De ce qui vient d’être exposé, retenons surtout qu’au-delà de la concentration de la population dans les espaces urbanisés, l’urbanisation nord-américaine du xxe siècle est également caractérisée par a) l’expansion de la réalité fonctionnelle de la ville à l’échelle régionale, voire nationale, b) un développement et une reconfiguration des habitats urbains en conséquence, et c) la transformation des modes de vie suivant un idéal d’indépendance en rupture avec celui de la famille rurale décrit par Fortin. Dans ce qui suit, nous verrons comment le vieillissement démographique et l’évolution de la population de Québec vers la décroissance s’inscrit dans la dynamique de ses six dernières décennies d’urbanisation.

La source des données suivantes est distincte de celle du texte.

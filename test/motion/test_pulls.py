"""What the world exerts on a hand, from plan file to lean: ramps, what stays, what the floor must bear."""

from __future__ import annotations

from pathlib import Path

import attrs
import numpy as np
import pytest

from ballbal_ros.errors import PlanError
from ballbal_ros.motion.arm_motion import Wanted
from ballbal_ros.motion.arm_schedule import ArmSchedule
from ballbal_ros.motion.lean_planner import plan_lean
from ballbal_ros.motion.plan_request import HandWrench, PlanRequest
from ballbal_ros.motion.pulls import Pull, at_time, hand_wrenches, joined
from ballbal_ros.motion.spline import ArmPath
from ballbal_ros.robot.balance_rows import GRAVITY
from ballbal_ros.robot.whole_body import WholeBody
from helpers.rehearsing import story, story_of
from helpers.robots import compensation, shelver

HAND = "right_hand"


def pulled(force: tuple[float, float, float], during: float = 1.0) -> HandWrench:
    (wrench,) = hand_wrenches([Pull(0.0, during, HAND, force, (0.0, 0.0, 0.0), True)])
    return wrench


def test_a_pull_ramps_evenly_and_stays() -> None:
    """Half-way through its ramp it is half of what it comes to, and it stays until the next."""
    pulls = [
        Pull(1.0, 1.0, HAND, (40.0, 0.0, 0.0), (0.0, 0.0, 2.0), True),
        Pull(5.0, 2.0, HAND, (0.0, 0.0, 0.0), (0.0, 0.0, 0.0), True),
    ]
    (wrench,) = hand_wrenches(pulls)
    forces = [at_time(wrench, time)[0][0] for time in (0.0, 1.0, 1.5, 2.0, 5.0, 6.0, 7.0, 9.0)]
    assert forces == pytest.approx([0.0, 0.0, 20.0, 40.0, 40.0, 20.0, 0.0, 0.0])
    assert at_time(wrench, 3.0)[1][2] == 2.0


def test_a_steady_pull_is_leant_against_and_borne_by_the_floor() -> None:
    """At rest under a pull f at height h: m g times the mass centre's offset is f h, the drive holds the ball with r f,
    and the floor gives f by friction. (By hand: moments about the contact, and about the ball's centre.)
    """
    force, posture = 40.0, story("cart").posture
    body = WholeBody(shelver())
    plan = plan_lean(body, PlanRequest(ArmPath.still(posture), 1.6, wrenches=[pulled((force, 0, 0))]), compensation())
    pitch = plan.lean[-1, 1]
    at = np.array([[np.cos(pitch), 0, np.sin(pitch)], [0, 1, 0], [-np.sin(pitch), 0, np.cos(pitch)]])
    hand, center = (at @ where for where in (body.hand_position(HAND, posture), body.posture(posture).center))
    radius = shelver().parameters.ball.radius
    assert -body.mass * GRAVITY * center[0] == pytest.approx(force * (hand[2] + radius), rel=2e-3)
    assert plan.torque[-1, 1] == pytest.approx(radius * force, rel=1e-3)
    (friction,) = (use.value for use in plan.uses if use.name == "friction use")
    assert friction >= force / (shelver().parameters.floor.friction * (body.mass + 4.0) * GRAVITY)


def test_a_pull_from_the_side_is_refused() -> None:
    """A pull beside the robot turns it: beyond the floor's spin moment nothing holds it, and the plan says so."""
    posture = story("reach").posture
    request = PlanRequest(ArmPath.still(posture), 1.6, wrenches=[pulled((40.0, 0.0, 0.0))])
    with pytest.raises(PlanError, match="torsion use"):
        plan_lean(WholeBody(shelver()), request, compensation()).refuse_beyond_limits("test")


def test_what_pulls_at_a_motions_end_is_reckoned_with_in_the_next() -> None:
    """A second motion begins with the lean that the first one ended with, as the pull goes on; a new one ends it."""
    schedule, posture = ArmSchedule(shelver(), compensation()), story("cart").posture
    still = Wanted(3.0, 0.0, lambda state: ArmPath.still(state.position), None, [pulled((40.0, 0.0, 0.0))])
    first = schedule.plan(still, 0.0, posture)
    schedule.accept(first)
    second = schedule.plan(attrs.evolve(still, stamp=15.0, wrenches=()), 12.0, posture)
    assert first.plan is not None and second.plan is not None
    assert np.abs(second.plan.lean - first.plan.lean[-1]).max() < 1e-6
    schedule.accept(second)
    let_go = HandWrench(HAND, np.array([0.0, 1.0]), np.array([[40.0, 0, 0], [0.0, 0, 0]]), np.zeros((2, 3)))
    third = schedule.plan(attrs.evolve(still, stamp=20.0, wrenches=[let_go]), 17.0, posture)
    assert third.plan is not None
    assert np.abs(third.plan.lean[0] - first.plan.lean[-1]).max() < 1e-4
    assert np.abs(third.plan.lean[-1] - first.plan.lean[0]).max() < 1e-4
    schedule.forget_wrenches()
    assert np.abs(schedule.plan(attrs.evolve(still, stamp=30.0, wrenches=()), 27.0, posture).plan.torque).max() < 1e-3


def test_joining_keeps_what_nothing_new_is_said_of() -> None:
    """Of two hands, the one that is told of anew changes from then on, and was as it was before."""
    other = attrs.evolve(pulled((0.0, 5.0, 0.0)), hand="left_hand")
    new = attrs.evolve(pulled((-10.0, 0.0, 0.0)), times=np.array([4.0, 5.0]))
    found = {wrench.hand: wrench for wrench in joined([pulled((40.0, 0.0, 0.0)), other], [new], 4.0)}
    assert at_time(found["left_hand"], 9.0)[0][1] == 5.0
    assert [at_time(found[HAND], time)[0][0] for time in (0.5, 3.9, 9.0)] == pytest.approx([20.0, 40.0, -10.0])


@pytest.mark.parametrize(
    ("step", "says"),
    [
        ("{pull: {hand: third_hand, force: [1, 0, 0], during: 1.0}}", "unknown hand third_hand"),
        ("{pull: {hand: right_hand, force: [1, 0], during: 1.0}}", "force"),
        ("{pull: {hand: right_hand, force: [1, 0, 0]}}", "during"),
        ("{pull: {hand: right_hand, force: [.nan, 0, 0], during: 1.0}}", "finite"),
    ],
)
def test_a_pull_that_can_not_be_read_is_refused(tmp_path: Path, step: str, says: str) -> None:
    """An unknown hand, a missing number, time or not a number: one line each."""
    with pytest.raises(PlanError, match=says):
        story_of(f"steps: [{step}]", tmp_path)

Situer le vieillissement démographique dans l’espace et la constitution de la société urbaine régionale

Appuyée sur diverses études, notre interprétation du vieillissement démographique québécois est centrée sur une analyse de l’évolution de la population, des ménages et du parc résidentiel de la région métropolitaine de Québec à partir des recensements de 1951, 1966, 1986 et 2006. Ces années circonscrivent trois périodes correspondant approximativement à trois phases de la seconde transition démographique et de l’urbanisation d’après 1945. Le recensement de 1951 présente l’état de la région métropolitaine avant la seconde transition démographique, au moment où la construction massive de bungalows vient tout juste de commencer à Sillery. L’année 1966 nous reporte ensuite à la fin du baby-boom, au début de la seconde transition démographique, avant la loi sur le divorce, la remontée de l’âge au mariage et le déclin de la nuptialité. Dans l’histoire de Québec, ce recensement se situe après que les fonctions commerciales, administratives, hospitalières et d’éducation supérieure eurent commencé à quitter le centre pour la banlieue, mais avant que le pont Pierre-Laporte et le réseau autoroutier consolident la structure polynucléaire actuelle de la ville. Les données de 1986 donnent une première mesure de la société urbaine éduquée, où les femmes sont majoritairement actives (Langlois, 1990), où les couples mariés divorcent parfois, les autres s’épousent moins, et dont la fécondité est passée sous les 1,4 enfant par femme. Entre 1966 et 1986, la Révolution tranquille transforme aussi la Capitale nationale et la différenciation de ses banlieues s’accentue : les plus anciennes se densifient inégalement et deviennent plus ou moins des pôles d’activité concurrents du centre-ville, tandis que des milieux résidentiels plus hétérogènes qu’auparavant se développent tant en marge des premiers quartiers de bungalows qu’en des localités situées au bout des autoroutes. À cela, il faut ajouter qu’au milieu des années 1980, la gentrification des quartiers centraux les plus affectés par la reconfiguration de la ville y établit un monde étranger aux classes défavorisées et achève la désintégration des milieux ouvriers. Enfin, entre 1986 et 2006, le fait démographique crucial est que la génération des parents des baby-boomers traverse progressivement le seuil des 65 ans. Au cours de la même période, l’urbanisation de Québec se prolonge sans susciter de modification majeure dans l’organisation spatiale de la vie urbaine régionale.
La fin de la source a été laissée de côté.